[Recorded information]

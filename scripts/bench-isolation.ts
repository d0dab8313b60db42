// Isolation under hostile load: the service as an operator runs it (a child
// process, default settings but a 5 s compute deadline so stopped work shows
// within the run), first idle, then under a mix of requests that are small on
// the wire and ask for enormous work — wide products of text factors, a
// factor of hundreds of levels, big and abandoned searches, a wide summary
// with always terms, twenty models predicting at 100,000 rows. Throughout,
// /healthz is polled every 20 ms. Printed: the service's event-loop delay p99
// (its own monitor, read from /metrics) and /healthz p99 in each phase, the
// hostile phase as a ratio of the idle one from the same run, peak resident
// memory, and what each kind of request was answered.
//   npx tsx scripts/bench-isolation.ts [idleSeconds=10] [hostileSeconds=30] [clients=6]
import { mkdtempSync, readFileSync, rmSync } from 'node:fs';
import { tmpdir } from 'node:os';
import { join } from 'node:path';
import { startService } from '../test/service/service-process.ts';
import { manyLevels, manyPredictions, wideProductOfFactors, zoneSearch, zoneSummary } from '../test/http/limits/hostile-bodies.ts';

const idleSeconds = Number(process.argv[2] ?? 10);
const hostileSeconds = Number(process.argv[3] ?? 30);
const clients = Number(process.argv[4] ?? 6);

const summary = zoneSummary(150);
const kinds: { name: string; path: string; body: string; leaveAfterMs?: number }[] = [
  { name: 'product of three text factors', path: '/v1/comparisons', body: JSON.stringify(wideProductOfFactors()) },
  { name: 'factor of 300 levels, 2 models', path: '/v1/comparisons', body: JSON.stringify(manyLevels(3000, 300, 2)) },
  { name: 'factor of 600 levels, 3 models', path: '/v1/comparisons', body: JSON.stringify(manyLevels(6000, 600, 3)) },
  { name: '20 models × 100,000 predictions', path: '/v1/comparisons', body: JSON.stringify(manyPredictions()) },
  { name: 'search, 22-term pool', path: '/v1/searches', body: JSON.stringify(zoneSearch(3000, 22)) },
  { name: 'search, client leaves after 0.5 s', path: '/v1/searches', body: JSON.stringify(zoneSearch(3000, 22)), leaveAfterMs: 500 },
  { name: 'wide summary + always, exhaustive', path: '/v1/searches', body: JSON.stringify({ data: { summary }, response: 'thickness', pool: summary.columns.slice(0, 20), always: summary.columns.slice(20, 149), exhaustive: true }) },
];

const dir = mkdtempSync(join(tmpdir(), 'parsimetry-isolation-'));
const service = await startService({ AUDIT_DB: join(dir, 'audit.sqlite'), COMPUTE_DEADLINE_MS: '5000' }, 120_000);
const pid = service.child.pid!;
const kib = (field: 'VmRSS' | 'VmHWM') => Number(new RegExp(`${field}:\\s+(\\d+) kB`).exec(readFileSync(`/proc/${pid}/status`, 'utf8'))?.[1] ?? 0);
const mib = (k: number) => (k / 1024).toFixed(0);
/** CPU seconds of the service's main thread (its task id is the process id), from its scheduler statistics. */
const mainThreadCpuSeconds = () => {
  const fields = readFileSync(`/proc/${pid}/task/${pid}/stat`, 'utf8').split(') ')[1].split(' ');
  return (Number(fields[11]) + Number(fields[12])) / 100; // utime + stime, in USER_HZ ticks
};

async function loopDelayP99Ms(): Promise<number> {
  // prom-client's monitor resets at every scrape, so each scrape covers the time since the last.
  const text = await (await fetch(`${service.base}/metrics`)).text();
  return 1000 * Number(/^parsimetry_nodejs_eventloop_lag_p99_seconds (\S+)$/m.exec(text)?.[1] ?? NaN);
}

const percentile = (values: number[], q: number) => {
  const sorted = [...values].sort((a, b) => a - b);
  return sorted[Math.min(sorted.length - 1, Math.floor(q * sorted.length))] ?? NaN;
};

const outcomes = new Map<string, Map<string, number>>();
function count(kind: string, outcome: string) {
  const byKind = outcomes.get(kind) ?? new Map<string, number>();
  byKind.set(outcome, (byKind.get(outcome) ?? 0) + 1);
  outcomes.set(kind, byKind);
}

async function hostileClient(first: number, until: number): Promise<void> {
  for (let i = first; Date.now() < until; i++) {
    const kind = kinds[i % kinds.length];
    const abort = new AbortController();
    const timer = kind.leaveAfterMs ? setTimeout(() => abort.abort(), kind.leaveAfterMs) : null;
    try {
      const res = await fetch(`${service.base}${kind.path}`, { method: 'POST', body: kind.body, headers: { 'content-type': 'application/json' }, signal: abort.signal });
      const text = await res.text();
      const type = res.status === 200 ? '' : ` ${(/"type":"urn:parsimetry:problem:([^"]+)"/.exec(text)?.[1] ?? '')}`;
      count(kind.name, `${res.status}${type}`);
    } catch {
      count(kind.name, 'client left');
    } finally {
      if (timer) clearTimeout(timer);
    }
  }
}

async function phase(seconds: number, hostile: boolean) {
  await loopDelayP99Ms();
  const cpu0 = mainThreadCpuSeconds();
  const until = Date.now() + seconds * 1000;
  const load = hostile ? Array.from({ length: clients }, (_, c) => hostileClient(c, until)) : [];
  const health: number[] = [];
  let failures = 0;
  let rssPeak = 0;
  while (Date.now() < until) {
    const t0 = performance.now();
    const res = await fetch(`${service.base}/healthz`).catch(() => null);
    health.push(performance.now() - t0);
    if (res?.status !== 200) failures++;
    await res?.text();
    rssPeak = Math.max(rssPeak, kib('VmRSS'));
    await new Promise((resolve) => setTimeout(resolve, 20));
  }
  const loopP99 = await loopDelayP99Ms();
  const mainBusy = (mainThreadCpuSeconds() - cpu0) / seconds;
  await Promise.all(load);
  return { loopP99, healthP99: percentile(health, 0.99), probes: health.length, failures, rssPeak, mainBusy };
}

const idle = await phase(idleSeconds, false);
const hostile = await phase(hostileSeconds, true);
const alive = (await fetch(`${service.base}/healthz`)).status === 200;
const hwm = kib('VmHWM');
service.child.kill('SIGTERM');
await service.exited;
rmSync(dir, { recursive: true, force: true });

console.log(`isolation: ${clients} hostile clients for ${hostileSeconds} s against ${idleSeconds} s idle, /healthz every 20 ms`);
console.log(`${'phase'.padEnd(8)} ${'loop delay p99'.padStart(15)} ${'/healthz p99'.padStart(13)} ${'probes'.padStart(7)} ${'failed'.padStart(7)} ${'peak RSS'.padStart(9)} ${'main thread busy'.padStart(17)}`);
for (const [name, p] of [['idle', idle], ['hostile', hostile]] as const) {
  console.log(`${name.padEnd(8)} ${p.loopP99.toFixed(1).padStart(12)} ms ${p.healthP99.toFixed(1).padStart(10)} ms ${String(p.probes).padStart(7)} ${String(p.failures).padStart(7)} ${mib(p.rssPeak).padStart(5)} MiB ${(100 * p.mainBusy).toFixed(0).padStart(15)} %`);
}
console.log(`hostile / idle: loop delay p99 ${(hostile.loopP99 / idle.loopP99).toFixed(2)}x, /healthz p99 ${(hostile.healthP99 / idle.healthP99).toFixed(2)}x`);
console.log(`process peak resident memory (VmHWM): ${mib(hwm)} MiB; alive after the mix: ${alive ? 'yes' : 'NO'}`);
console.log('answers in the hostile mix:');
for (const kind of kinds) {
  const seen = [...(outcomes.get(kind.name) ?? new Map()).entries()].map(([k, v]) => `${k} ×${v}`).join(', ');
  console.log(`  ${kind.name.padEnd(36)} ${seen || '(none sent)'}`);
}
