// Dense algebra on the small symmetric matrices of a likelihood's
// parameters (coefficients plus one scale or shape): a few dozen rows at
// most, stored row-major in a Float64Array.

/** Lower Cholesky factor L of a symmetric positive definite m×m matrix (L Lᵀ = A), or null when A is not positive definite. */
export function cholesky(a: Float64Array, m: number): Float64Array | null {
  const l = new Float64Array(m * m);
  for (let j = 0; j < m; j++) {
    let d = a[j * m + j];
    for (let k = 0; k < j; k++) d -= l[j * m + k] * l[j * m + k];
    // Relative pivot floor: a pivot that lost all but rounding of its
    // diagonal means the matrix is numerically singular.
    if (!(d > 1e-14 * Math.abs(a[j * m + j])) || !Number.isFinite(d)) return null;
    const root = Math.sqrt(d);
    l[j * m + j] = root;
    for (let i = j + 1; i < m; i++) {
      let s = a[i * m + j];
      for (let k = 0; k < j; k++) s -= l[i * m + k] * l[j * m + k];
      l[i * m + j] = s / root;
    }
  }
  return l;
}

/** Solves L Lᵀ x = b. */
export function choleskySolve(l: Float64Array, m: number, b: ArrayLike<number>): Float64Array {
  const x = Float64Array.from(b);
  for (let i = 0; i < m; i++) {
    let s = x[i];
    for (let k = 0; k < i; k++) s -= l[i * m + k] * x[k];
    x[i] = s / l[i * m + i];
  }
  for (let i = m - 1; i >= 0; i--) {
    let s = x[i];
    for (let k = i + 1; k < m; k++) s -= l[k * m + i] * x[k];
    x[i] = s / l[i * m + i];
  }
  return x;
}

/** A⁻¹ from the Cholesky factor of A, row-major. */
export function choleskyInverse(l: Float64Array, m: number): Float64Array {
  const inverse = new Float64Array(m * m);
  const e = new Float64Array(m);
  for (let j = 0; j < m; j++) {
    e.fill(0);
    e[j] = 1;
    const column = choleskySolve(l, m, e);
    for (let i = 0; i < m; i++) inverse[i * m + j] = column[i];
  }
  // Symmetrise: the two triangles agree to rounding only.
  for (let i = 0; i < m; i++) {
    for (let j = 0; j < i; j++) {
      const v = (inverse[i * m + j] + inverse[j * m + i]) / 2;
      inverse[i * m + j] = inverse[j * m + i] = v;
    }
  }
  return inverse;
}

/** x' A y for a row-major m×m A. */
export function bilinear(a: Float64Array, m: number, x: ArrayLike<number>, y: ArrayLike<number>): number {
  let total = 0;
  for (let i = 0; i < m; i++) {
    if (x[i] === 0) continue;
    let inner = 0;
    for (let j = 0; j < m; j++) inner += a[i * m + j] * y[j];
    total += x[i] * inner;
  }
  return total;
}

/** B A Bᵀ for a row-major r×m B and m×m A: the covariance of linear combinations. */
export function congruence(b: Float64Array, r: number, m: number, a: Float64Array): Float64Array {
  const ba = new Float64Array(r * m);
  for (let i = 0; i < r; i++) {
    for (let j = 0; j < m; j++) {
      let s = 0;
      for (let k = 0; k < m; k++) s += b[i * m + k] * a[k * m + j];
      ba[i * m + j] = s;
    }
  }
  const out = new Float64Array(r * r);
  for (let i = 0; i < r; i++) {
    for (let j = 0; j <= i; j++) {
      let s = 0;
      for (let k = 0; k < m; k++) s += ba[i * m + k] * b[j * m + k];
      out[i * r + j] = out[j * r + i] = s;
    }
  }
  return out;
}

[/Recorded information]
[Recorded information]

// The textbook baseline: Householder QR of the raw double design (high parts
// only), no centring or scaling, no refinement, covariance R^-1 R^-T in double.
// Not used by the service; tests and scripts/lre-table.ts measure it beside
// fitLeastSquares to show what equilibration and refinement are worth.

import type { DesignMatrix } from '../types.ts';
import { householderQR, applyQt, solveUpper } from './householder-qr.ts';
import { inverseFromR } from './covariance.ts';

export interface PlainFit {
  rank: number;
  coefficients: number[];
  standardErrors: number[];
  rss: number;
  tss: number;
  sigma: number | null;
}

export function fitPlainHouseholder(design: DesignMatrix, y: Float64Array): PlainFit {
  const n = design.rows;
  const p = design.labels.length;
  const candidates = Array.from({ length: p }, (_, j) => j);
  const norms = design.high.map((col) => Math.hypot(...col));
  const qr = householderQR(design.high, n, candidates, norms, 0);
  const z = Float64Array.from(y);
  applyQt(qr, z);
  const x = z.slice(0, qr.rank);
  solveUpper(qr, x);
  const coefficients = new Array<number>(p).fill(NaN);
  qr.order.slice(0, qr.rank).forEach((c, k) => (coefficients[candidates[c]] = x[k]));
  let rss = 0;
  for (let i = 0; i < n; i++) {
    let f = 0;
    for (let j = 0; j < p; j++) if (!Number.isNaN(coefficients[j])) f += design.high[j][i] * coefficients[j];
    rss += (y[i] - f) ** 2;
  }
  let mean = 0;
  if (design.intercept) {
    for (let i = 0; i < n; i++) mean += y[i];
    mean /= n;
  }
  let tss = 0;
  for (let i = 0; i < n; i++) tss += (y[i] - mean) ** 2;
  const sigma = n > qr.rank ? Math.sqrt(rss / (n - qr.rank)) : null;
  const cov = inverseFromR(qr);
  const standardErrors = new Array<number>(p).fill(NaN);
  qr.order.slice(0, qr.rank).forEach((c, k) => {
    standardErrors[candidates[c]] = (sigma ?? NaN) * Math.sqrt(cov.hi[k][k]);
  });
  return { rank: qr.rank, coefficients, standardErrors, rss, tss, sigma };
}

[/Recorded information]

**Your objective**
Looking back over the data above, restate word for word the lines that begin at the line with "filename scripts/bench-isolation.ts" and end at the line with "event-loop delay p99", inclusive.

**Answer to the problem**
filename scripts/bench-isolation.ts
repository d0dab8313b60db42
// Isolation under hostile load: the service as an operator runs it (a child
// process, default settings but a 5 s compute deadline so stopped work shows
// within the run), first idle, then under a mix of requests that are small on
// the wire and ask for enormous work — wide products of text factors, a
// factor of hundreds of levels, big and abandoned searches, a wide summary
// with always terms, twenty models predicting at 100,000 rows. Throughout,
// /healthz is polled every 20 ms. Printed: the service's event-loop delay p99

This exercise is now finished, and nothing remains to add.